Before Ty Segall took the stage Sunday afternoon, Q101's Ryan Murhpy Dragy City's Rian Murphy (Ed. note: last seen baiting the crowd waiting for Pavement) appealed to the audience for a "kinder, gentler mosh pit." Sage advice, because last time we caught Ty Segall, his band was raucous and the moshers were violent. The passionate crowd reaction is usually the most volatile or scary thing about a Ty Segall performance; Segall himself looks less like a menacing shredder and more like a boyish young man with California surfer hair.

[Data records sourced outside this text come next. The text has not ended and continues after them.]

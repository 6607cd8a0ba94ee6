"""From cells to numbers: plain ones as they stand, others (units, thousands signs) by one rule for the whole column."""

from __future__ import annotations

import re
from collections import Counter
from dataclasses import dataclass

import numpy as np
import pandas as pd
from numpy.typing import NDArray

from ident.errors import ReadError
from ident.record.grouping import LONGEST, Bytes, Chars, as_bytes, as_chars, grouped_numbers
from ident.record.quote import printable, quoted
from ident.record.segments import Flags, Floats, Lines

Rows = NDArray[np.int64]

_INFINITE = re.compile(r"[+-]?(?:inf(?:inity)?|∞|1\.#INF)", re.IGNORECASE)
# By character code: whether a plain number may hold it (0 ends a cell).
_PLAIN = {d: np.isin(np.arange(256), [0, *f"0123456789+-eE{d}".encode()]) for d in ".,"}
_WORDS_KEPT = 5
# Different words counted in a column: a log of nothing else must not fill the memory.
MOST_WORDS = 1000
OTHERS = "other words"
# More cells than this share that hold digits and yet are no numbers: the log was not understood.
_NOT_UNDERSTOOD = 0.02


@dataclass(frozen=True, slots=True, eq=False)
class Cells:
    """A stretch of a column, read as far as one cell tells.

    values    (n,), NaN where missing or not plain
    blank     (n,), empty cells
    odd       rows of cells with digits that are not plain numbers, and their texts
    words     rows of other texts, and their count by text
    """

    values: Floats
    blank: Flags
    odd: Rows
    odd_texts: Bytes
    words: Rows
    counts: Counter[str]


@dataclass(frozen=True, slots=True, eq=False)
class Numbers:
    """One column as numbers.

    values    (n,), NaN where missing
    blank     (n,), empty cells
    words     {word: count} of what stood in place of numbers, the commonest few
    unread    rows with a word
    units     {unit: count} of units that stood in the cells
    """

    values: Floats
    blank: Flags
    words: dict[str, int]
    unread: int
    units: dict[str, int]


def read_cells(column: pd.Series, decimal: str) -> Cells:
    """Read plain numbers, and set the other cells apart."""
    none = np.zeros(0, dtype=np.int64)
    blank = np.array(column.isna(), dtype=np.bool_)
    if column.dtype.kind in "iuf":
        return Cells(column.to_numpy(dtype=np.float64), blank, none, np.zeros(0, dtype="S1"), none, Counter())
    texts = column.astype("str").fillna("").to_numpy(dtype=object)
    cells = as_bytes(texts)
    chars = as_chars(cells)
    plain = _PLAIN[decimal][chars].all(axis=1) & (chars[:, 0] != 0) & ((chars[:, -1] == 0) | (chars.shape[1] < LONGEST))
    values = np.full(len(texts), np.nan)
    values[plain] = _plain_values(chars[plain], decimal)
    rest = np.flatnonzero(np.isnan(values) & ~blank)
    left = texts[rest]
    odd = _with_digits(cells[rest])
    # Each different word is looked at once.
    codes, spelled = pd.factorize(left[~odd])
    stripped = [str(t).strip() for t in spelled]
    empty = np.array([t == "" for t in stripped], dtype=np.bool_)[codes]
    infinite = np.array([bool(_INFINITE.fullmatch(t)) for t in stripped], dtype=np.bool_)[codes]
    values[rest[~odd][infinite]] = np.inf
    blank[rest[~odd][empty]] = True
    word = ~empty & ~infinite
    counts: Counter[str] = Counter()
    which, many = np.unique(codes[word], return_counts=True)
    kept = np.argsort(-many, kind="stable")[:MOST_WORDS]
    for code, count in zip(which[kept].tolist(), many[kept].tolist(), strict=True):
        counts[printable(stripped[code])] += count
    if len(kept) < len(many):
        counts[OTHERS] += int(many.sum() - many[kept].sum())
    return Cells(values, blank, rest[odd], cells[rest[odd]], rest[~odd][word], counts)


def _plain_values(chars: Chars, decimal: str) -> Floats:
    """Cells that hold the characters of plain numbers only; NaN where they make none."""
    if decimal == ",":
        chars = np.where(chars == ord(","), np.uint8(ord(".")), chars)
    cells = np.ascontiguousarray(chars).view(f"S{chars.shape[1]}").reshape(-1)
    try:
        return cells.astype(np.float64)
    except ValueError:
        return np.array(pd.to_numeric(cells.astype("U").astype(object), errors="coerce"), dtype=np.float64)


def _with_digits(cells: Bytes) -> Flags:
    """Cells that begin like a number; those with # are a spreadsheet's words."""
    view = np.ascontiguousarray(cells).view(np.uint8).reshape(len(cells), cells.dtype.itemsize)
    digit = (view[:, :3] >= 48) & (view[:, :3] <= 57)
    sign = (view[:, 0] == ord("+")) | (view[:, 0] == ord("-"))
    mark = [(view[:, k] == ord(".")) | (view[:, k] == ord(",")) for k in (0, 1)]
    begins = digit[:, 0] | ((sign | mark[0]) & digit[:, 1]) | (sign & mark[1] & digit[:, 2])
    flags: Flags = begins & (np.strings.find(cells, b"#") < 0)
    return flags


def joined(pieces: list[Cells]) -> Cells:
    """Stretches of one column, one after the other."""
    if len(pieces) == 1:
        return pieces[0]
    starts = np.cumsum([0, *(len(p.values) for p in pieces[:-1])])
    counts: Counter[str] = Counter()
    for p in pieces:
        counts.update(p.counts)
        if len(counts) > 2 * MOST_WORDS:
            rest = counts.total()
            counts = Counter(dict(counts.most_common(MOST_WORDS)))
            counts[OTHERS] += rest - counts.total()
    return Cells(
        np.concatenate([p.values for p in pieces]),
        np.concatenate([p.blank for p in pieces]),
        np.concatenate([p.odd + at for p, at in zip(pieces, starts, strict=True)]),
        np.concatenate([p.odd_texts for p in pieces]),
        np.concatenate([p.words + at for p, at in zip(pieces, starts, strict=True)]),
        counts,
    )


def chosen(cells: Cells, rows: Flags) -> Cells:
    """The given rows of a column.

    rows    (n,) flags
    """
    if rows.all():
        return cells
    place = np.cumsum(rows) - 1
    odd, words = rows[cells.odd], rows[cells.words]
    return Cells(
        cells.values[rows],
        cells.blank[rows],
        place[cells.odd[odd]],
        cells.odd_texts[odd],
        place[cells.words[words]],
        cells.counts,
    )


def to_numbers(cells: Cells, *, name: str, decimal: str, line: Lines) -> Numbers:
    """Settle a whole column; infinite numbers are refused, words become missing.

    line    (n,) file line of each row

    Raises ReadError: not-finite, no-numbers, ambiguous-numbers, unreadable-number.
    """
    values, words, units = cells.values, Counter(cells.counts), dict[str, int]()
    if len(cells.odd):
        values = values.copy()
        read = grouped_numbers(cells.odd_texts, values, decimal, name=name, line=line[cells.odd])
        values[cells.odd] = read.values
        units = read.units
        lost = np.flatnonzero(np.isnan(read.values))
        if len(lost) > max(1, _NOT_UNDERSTOOD * len(values)):
            row = int(line[cells.odd[lost[0]]])
            raise ReadError(
                "unreadable-number",
                f"Line {row}, column {quoted(name)}: {quoted(cells.odd_texts[lost[0]].decode())} is not a plain "
                "number; export numbers without units or thousands signs.",
                {"line": row, "column": printable(name), "count": len(lost)},
            )
        words.update(printable(t.decode()) for t in cells.odd_texts[lost])
    bad = np.isinf(values)
    if bad.any():
        at = int(line[np.argmax(bad)])
        raise ReadError(
            "not-finite",
            f"Line {at}, column {quoted(name)}: the number is infinite or too large; replace it by "
            "a number or leave the cell empty.",
            {"line": at, "column": printable(name), "count": int(bad.sum())},
        )
    if not np.isfinite(values).any():
        shown = f"; it holds {quoted(next(iter(words)))}" if words else ""
        raise ReadError(
            "no-numbers",
            f"Column {quoted(name)} has no numbers{shown}: check which column it is, and the decimal sign.",
            {"column": printable(name)},
        )
    return Numbers(values, cells.blank, dict(words.most_common(_WORDS_KEPT)), words.total(), units)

But as easygoing and cheerfully amused as Segall appears, he's a monster heavyweight of a guitarist and frontman. A balls-to-the-wall approach might not have been sustainable on a hot festival day, so the band typically did soft/hard dynamic: "I Bought My Eyes" started in a less thrashing manner only to erupt into scuzzy, blistering guitars a moment later. "Can't Talk To You" and "I Am With You," both older songs from the Segall's relentless output, creep slowly with walking baselines or steady guitar intros before before exploding into a squealing, buzz-saw sound bomb.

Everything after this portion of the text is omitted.